[Stored data entries]
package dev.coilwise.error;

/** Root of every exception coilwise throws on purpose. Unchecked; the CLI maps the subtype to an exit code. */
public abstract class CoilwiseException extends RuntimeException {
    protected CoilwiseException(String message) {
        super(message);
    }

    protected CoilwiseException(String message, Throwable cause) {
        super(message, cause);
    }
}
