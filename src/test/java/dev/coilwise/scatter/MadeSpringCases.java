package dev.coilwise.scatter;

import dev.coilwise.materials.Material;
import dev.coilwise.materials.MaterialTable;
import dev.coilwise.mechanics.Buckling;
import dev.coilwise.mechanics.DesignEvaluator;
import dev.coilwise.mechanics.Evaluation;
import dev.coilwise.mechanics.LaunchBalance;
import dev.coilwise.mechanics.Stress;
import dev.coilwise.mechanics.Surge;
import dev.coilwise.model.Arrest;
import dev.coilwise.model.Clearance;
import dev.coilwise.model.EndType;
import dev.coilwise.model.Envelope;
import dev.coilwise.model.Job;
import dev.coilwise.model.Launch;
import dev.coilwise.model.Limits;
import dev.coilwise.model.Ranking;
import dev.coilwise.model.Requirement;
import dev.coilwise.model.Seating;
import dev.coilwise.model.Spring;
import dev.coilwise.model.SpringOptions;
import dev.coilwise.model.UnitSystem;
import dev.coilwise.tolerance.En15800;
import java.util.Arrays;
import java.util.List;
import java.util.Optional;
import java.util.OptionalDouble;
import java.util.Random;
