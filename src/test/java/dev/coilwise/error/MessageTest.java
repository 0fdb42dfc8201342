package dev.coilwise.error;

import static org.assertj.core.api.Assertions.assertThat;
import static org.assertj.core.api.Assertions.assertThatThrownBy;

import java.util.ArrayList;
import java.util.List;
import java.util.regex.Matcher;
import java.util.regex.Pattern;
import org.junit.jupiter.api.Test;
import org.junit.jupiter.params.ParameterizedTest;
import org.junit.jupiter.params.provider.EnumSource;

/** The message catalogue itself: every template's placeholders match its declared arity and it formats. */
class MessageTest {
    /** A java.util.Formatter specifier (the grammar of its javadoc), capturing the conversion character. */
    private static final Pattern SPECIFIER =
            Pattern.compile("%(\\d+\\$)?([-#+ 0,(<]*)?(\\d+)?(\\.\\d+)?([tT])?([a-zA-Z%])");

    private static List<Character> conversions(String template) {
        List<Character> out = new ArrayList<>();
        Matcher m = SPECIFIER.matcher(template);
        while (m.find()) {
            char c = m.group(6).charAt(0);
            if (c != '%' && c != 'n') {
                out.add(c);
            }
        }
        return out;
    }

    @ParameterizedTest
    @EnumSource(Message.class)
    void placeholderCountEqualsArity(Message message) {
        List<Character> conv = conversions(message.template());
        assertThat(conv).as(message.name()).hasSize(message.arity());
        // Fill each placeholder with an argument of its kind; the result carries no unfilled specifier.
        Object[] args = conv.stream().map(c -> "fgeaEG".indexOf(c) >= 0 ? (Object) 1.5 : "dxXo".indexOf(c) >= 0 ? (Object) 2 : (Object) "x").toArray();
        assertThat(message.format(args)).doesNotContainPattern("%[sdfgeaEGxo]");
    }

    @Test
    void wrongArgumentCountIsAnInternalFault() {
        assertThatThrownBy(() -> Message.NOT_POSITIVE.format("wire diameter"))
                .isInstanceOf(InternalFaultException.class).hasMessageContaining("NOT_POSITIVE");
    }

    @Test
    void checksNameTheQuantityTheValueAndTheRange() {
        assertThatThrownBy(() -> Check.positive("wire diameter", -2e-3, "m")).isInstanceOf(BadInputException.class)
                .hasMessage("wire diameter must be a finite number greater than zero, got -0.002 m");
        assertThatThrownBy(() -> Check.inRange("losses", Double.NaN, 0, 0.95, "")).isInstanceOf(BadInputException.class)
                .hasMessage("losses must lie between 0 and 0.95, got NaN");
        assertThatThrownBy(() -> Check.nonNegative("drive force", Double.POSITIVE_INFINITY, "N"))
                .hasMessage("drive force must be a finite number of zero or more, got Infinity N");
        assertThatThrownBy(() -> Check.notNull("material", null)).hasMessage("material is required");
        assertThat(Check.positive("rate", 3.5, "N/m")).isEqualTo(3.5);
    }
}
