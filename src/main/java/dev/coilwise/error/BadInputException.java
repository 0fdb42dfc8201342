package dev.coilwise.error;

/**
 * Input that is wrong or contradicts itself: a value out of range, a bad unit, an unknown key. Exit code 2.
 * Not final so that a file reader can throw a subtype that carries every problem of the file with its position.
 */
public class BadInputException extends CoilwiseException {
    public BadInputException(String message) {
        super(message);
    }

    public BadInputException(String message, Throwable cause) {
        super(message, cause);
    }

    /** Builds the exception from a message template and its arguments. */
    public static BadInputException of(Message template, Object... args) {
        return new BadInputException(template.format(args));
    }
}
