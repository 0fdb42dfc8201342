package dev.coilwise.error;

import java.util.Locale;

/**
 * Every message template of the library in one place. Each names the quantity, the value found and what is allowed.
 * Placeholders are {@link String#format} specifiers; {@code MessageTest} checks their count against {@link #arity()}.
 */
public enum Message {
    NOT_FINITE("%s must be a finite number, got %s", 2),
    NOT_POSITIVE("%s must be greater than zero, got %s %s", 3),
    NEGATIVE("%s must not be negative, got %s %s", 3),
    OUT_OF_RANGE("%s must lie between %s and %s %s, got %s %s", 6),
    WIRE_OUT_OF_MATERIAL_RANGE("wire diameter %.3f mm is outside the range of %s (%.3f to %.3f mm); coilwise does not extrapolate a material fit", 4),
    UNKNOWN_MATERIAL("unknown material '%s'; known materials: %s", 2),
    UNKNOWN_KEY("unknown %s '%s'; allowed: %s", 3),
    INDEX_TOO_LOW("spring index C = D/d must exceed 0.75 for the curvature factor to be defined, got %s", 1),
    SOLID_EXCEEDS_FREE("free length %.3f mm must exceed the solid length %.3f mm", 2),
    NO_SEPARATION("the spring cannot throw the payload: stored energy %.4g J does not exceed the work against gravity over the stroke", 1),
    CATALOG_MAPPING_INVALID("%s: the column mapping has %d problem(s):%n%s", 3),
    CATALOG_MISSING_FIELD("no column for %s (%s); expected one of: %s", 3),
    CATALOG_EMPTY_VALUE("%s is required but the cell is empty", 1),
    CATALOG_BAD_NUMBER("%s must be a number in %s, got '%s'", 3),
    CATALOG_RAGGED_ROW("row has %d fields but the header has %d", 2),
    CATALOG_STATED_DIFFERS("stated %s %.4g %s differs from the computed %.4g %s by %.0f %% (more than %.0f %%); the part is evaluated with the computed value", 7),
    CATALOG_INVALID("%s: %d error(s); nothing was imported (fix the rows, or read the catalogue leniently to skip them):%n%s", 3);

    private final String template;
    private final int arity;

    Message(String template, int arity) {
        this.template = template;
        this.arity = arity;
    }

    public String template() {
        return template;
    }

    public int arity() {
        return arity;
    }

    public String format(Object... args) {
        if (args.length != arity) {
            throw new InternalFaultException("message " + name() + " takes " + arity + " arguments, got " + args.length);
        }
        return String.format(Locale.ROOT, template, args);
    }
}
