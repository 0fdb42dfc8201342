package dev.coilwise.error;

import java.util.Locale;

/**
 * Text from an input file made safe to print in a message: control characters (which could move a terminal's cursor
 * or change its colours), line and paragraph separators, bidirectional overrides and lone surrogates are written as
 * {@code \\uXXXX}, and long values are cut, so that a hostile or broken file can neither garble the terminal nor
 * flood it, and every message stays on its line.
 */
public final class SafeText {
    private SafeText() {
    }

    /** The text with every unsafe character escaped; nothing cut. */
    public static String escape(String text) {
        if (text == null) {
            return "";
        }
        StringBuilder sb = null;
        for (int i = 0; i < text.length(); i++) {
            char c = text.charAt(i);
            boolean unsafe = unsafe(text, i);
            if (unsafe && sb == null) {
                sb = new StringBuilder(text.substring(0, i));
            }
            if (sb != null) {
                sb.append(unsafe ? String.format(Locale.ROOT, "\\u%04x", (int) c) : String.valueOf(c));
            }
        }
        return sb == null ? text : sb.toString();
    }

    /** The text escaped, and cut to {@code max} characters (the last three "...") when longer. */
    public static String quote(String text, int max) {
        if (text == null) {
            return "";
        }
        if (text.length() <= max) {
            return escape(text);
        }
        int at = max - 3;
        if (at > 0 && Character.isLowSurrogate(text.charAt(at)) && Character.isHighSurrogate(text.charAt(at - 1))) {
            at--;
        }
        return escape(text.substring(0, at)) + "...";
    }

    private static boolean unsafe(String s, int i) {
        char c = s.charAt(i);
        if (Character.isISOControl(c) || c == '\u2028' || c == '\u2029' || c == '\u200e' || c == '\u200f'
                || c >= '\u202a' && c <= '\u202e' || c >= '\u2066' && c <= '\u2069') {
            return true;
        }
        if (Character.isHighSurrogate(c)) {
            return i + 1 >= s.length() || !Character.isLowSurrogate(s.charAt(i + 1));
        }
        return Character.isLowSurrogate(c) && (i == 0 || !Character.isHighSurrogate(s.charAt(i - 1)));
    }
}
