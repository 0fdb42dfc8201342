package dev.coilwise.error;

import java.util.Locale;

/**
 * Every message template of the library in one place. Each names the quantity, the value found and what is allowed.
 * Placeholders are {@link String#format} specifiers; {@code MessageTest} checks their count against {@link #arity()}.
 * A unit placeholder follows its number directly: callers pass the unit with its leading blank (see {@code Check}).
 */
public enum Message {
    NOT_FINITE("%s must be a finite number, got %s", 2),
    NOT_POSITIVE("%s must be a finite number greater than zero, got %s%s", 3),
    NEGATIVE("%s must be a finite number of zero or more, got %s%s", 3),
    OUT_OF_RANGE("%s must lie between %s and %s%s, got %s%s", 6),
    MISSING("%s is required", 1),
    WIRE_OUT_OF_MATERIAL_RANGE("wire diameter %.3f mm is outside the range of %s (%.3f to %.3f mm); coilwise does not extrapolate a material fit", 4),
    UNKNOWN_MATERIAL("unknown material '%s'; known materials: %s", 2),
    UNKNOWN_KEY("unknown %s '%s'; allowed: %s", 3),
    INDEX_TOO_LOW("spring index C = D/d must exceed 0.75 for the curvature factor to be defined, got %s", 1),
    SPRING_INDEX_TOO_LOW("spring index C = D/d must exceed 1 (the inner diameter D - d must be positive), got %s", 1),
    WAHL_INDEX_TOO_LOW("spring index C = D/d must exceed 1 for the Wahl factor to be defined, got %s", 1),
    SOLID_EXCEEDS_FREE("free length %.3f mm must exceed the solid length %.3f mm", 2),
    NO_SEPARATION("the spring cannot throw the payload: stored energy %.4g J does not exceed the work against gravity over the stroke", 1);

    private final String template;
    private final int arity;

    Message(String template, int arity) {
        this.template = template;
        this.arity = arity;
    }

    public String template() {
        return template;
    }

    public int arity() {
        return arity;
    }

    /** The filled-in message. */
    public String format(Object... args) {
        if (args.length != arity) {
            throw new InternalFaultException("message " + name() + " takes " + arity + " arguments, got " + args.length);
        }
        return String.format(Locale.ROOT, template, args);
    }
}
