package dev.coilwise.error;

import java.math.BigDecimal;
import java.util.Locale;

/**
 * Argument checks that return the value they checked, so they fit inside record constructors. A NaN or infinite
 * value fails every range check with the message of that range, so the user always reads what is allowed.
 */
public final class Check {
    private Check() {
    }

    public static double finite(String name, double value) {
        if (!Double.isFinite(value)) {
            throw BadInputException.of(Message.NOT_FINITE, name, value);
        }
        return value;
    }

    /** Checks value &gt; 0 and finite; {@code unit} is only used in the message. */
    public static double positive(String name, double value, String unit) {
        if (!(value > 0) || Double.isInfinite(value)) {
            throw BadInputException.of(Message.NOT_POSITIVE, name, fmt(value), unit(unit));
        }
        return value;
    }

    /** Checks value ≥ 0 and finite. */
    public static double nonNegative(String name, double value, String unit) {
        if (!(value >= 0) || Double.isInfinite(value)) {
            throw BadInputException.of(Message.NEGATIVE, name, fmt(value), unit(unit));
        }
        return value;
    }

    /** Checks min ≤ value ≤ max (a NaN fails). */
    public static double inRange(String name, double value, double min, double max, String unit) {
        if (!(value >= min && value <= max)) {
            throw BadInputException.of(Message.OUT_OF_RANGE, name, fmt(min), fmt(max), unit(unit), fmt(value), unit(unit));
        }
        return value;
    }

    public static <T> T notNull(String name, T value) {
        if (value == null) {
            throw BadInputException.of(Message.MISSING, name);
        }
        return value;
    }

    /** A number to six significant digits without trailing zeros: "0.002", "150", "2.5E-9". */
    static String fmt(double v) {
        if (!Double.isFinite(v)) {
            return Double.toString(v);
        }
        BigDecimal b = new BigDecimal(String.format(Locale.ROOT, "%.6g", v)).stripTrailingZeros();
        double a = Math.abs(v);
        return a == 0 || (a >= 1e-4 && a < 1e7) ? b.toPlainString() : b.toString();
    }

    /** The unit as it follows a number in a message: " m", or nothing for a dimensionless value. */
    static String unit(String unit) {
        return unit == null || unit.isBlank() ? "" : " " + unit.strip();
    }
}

-- EXERCISE DETAILS --
Could you find each line in the entries that contains the string "isHighSurrogate" and copy it?

-- TASK ANSWER --
        if (at > 0 && Character.isLowSurrogate(text.charAt(at)) && Character.isHighSurrogate(text.charAt(at - 1))) {
        if (Character.isHighSurrogate(c)) {
        return Character.isLowSurrogate(c) && (i == 0 || !Character.isHighSurrogate(s.charAt(i - 1)));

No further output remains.